Exercise data.
· · · · ·

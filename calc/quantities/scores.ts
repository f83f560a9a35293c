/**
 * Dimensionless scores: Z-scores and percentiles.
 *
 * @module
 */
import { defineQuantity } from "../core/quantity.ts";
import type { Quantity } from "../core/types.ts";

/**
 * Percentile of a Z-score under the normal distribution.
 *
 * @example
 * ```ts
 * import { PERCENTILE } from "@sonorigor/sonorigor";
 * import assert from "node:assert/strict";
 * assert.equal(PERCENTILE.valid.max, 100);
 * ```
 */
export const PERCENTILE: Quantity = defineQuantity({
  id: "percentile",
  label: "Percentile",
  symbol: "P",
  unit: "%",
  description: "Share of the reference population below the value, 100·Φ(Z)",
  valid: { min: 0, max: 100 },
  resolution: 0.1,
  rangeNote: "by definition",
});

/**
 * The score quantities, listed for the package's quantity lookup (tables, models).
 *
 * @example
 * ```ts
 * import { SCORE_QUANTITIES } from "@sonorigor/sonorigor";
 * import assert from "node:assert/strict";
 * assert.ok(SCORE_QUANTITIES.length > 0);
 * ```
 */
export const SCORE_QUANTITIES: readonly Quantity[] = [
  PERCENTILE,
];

· · · · ·

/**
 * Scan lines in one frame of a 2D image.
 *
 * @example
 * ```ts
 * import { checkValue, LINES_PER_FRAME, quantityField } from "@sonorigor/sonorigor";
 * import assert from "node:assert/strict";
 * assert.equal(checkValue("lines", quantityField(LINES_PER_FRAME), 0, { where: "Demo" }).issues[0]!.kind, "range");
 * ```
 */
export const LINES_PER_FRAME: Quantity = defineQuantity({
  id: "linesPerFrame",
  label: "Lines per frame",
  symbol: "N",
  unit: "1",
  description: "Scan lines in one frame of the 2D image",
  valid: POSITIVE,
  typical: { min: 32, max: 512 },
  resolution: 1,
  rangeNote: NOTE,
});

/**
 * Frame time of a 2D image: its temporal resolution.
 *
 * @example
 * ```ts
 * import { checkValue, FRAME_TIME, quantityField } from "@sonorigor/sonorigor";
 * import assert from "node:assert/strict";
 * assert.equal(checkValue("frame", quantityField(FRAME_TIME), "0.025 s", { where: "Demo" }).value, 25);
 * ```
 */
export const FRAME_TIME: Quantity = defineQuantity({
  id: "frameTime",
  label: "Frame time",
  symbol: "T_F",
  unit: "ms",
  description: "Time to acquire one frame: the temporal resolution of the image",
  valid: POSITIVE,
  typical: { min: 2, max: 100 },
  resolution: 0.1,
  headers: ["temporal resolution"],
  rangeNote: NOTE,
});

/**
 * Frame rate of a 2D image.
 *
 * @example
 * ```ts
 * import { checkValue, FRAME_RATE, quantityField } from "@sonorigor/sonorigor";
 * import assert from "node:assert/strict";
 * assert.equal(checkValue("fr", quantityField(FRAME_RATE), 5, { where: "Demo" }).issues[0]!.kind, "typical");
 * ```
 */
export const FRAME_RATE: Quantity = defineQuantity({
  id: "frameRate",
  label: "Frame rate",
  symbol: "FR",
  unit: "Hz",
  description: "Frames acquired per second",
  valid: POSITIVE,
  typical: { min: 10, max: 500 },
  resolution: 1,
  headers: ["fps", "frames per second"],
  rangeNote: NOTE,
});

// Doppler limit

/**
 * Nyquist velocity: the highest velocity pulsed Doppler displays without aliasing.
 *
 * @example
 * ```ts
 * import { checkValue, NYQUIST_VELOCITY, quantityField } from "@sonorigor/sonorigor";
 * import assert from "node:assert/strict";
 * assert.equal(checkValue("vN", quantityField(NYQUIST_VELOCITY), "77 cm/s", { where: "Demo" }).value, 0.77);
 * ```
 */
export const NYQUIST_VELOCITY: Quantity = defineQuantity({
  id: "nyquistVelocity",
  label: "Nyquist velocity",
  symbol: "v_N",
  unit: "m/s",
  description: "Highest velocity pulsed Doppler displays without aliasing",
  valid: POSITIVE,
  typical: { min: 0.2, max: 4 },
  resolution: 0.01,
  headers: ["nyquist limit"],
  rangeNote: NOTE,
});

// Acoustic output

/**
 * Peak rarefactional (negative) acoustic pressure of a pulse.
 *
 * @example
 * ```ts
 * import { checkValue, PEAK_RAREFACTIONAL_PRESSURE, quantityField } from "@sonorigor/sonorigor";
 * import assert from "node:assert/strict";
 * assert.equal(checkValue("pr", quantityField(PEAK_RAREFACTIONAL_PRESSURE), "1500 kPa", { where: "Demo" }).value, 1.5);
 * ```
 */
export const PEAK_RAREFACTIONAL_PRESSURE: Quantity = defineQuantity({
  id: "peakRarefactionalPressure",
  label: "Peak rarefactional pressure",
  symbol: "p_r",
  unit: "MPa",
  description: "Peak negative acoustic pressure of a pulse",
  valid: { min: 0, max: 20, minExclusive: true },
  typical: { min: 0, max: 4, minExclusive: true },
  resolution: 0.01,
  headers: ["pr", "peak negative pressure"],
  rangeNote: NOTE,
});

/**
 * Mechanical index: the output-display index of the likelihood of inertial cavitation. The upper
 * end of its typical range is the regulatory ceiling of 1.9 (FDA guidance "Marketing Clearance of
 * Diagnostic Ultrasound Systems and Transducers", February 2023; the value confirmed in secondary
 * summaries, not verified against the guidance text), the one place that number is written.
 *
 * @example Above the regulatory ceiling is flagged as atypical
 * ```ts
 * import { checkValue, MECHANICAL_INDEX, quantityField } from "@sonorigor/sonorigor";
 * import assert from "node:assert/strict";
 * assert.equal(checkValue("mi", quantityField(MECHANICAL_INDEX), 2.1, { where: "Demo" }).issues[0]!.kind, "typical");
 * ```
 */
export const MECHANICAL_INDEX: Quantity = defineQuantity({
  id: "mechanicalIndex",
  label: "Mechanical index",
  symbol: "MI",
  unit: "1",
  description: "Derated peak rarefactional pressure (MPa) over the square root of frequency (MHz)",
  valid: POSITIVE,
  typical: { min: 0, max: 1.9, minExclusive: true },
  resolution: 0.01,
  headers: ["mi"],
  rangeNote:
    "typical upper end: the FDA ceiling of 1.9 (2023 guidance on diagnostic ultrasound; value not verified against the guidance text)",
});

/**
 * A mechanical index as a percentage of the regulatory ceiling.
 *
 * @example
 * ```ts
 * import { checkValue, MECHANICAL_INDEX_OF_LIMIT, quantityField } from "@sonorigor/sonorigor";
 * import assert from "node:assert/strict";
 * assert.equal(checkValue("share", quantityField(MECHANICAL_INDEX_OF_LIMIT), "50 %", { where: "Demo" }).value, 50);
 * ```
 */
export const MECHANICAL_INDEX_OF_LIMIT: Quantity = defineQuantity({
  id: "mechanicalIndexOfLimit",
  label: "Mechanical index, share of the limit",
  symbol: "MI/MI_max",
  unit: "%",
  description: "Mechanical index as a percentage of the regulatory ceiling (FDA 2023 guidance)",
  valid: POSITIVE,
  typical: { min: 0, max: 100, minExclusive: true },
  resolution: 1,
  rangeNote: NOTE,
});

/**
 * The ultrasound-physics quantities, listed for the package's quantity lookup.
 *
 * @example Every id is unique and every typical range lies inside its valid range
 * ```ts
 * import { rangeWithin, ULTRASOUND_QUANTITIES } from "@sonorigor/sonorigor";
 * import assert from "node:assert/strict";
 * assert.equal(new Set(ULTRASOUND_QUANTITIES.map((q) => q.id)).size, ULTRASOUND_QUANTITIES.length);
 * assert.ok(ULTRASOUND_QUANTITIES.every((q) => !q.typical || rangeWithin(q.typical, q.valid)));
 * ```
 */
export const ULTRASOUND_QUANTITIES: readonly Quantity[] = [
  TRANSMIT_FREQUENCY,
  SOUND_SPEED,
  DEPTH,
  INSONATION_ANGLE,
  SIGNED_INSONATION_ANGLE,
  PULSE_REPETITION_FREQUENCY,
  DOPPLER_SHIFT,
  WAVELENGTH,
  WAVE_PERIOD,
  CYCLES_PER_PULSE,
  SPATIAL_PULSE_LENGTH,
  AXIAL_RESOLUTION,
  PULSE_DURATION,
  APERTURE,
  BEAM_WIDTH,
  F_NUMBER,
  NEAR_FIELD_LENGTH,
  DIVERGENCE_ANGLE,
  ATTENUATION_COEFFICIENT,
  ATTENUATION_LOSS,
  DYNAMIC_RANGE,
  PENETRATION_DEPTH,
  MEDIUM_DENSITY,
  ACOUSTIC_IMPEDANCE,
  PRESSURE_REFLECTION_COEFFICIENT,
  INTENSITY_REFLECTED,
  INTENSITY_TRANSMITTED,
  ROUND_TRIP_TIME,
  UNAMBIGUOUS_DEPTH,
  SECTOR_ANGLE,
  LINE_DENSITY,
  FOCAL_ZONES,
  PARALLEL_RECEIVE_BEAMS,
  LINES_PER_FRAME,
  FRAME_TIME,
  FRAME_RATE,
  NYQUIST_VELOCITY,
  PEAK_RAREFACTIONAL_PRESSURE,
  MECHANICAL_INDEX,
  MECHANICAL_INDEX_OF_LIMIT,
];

· · · · ·

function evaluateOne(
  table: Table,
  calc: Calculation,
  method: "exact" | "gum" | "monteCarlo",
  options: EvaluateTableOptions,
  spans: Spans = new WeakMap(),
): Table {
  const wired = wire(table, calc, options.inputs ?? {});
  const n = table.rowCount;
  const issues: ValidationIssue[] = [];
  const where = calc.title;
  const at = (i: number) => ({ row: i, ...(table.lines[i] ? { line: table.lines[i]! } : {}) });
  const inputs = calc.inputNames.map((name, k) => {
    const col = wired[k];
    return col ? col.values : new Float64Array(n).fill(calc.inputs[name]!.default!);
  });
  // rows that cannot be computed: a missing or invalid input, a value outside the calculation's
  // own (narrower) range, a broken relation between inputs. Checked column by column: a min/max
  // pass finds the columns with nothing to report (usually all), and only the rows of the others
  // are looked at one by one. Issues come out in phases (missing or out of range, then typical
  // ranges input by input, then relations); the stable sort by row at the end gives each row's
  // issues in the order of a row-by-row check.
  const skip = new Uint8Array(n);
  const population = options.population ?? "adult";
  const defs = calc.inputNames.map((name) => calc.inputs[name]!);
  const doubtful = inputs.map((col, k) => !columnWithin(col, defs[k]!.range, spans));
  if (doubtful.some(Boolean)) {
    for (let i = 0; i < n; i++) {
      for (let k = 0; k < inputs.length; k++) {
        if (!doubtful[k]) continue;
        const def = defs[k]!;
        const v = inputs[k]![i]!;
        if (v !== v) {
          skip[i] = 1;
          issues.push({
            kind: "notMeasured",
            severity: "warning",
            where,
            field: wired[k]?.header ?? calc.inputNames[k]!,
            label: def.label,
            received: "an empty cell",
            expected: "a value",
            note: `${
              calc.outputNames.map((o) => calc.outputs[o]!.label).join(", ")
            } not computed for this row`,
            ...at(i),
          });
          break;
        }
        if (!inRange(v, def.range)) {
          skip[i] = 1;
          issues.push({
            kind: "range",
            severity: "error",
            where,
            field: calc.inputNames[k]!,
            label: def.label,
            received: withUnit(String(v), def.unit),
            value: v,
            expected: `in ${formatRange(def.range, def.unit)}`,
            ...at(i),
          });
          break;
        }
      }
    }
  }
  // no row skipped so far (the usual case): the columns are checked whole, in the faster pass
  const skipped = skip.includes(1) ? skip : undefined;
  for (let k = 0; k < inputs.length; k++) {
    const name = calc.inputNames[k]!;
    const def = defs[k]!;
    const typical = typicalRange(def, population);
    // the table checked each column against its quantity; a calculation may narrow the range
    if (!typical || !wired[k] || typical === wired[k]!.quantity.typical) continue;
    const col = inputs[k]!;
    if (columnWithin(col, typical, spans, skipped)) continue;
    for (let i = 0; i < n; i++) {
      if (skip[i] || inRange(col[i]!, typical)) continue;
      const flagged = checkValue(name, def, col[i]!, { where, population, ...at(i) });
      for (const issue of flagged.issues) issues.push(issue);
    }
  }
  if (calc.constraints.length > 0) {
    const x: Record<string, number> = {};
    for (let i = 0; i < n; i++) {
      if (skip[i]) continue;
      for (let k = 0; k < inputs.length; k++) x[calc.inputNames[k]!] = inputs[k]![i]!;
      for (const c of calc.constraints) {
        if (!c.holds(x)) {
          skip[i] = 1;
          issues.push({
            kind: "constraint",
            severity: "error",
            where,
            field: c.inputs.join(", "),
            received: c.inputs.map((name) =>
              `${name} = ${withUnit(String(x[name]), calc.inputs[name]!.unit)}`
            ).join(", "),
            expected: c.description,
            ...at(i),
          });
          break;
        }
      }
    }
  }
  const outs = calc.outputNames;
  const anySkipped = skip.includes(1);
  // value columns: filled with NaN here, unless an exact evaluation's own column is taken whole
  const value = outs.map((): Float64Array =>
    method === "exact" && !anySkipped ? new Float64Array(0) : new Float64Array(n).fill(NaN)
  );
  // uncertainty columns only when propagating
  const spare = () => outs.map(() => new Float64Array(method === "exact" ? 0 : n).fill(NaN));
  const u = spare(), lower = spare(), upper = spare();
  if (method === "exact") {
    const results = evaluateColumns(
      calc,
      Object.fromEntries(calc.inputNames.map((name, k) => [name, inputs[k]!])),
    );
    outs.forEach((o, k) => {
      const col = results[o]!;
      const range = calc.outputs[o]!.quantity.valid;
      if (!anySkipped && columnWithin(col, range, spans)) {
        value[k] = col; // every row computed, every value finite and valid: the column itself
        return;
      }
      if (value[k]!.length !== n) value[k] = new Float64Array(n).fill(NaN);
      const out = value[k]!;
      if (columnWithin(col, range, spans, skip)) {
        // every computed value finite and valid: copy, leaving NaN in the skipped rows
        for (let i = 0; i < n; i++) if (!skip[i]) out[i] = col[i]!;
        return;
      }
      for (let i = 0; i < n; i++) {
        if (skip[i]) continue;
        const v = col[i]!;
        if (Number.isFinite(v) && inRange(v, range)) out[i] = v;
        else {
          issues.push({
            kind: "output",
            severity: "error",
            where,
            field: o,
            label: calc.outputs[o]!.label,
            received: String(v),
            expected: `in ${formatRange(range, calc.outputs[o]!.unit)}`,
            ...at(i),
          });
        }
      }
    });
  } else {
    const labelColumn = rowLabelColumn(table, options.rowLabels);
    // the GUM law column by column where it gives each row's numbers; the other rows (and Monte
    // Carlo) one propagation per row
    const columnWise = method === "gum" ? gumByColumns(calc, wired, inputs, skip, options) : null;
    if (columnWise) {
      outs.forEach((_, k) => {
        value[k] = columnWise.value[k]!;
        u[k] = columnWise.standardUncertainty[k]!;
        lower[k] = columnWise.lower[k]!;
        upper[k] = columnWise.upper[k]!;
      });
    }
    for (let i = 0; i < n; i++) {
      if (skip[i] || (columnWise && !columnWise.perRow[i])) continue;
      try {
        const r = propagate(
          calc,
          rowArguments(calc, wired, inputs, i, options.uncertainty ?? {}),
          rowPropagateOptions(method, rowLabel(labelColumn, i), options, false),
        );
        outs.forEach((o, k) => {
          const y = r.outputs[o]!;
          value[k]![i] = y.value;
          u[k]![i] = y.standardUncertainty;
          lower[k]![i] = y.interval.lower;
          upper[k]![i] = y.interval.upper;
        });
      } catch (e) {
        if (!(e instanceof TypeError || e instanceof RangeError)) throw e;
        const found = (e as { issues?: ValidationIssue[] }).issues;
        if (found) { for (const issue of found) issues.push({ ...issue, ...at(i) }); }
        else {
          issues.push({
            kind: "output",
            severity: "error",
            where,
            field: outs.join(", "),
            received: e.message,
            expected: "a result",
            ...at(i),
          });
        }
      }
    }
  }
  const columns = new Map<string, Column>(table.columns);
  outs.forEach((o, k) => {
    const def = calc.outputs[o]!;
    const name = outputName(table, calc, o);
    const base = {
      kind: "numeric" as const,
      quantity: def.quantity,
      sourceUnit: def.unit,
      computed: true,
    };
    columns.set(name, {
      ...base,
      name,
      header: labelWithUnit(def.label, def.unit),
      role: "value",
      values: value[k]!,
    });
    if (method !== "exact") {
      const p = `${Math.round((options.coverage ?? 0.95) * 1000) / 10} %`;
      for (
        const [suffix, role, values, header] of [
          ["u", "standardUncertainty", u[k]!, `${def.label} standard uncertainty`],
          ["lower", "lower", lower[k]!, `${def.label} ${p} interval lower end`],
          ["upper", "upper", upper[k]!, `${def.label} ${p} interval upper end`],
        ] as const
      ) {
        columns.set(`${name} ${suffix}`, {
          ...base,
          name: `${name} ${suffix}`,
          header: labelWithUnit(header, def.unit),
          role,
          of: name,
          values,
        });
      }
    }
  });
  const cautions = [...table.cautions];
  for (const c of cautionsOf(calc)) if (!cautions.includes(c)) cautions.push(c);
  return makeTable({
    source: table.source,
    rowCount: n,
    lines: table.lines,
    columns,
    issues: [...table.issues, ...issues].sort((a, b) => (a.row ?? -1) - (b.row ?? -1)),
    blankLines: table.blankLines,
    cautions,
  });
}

· · · · ·

What to produce.
All lines of the listing that contain the word "negative" should be copied out.

Task answer.
 * Peak rarefactional (negative) acoustic pressure of a pulse.
  description: "Peak negative acoustic pressure of a pulse",
  headers: ["pr", "peak negative pressure"],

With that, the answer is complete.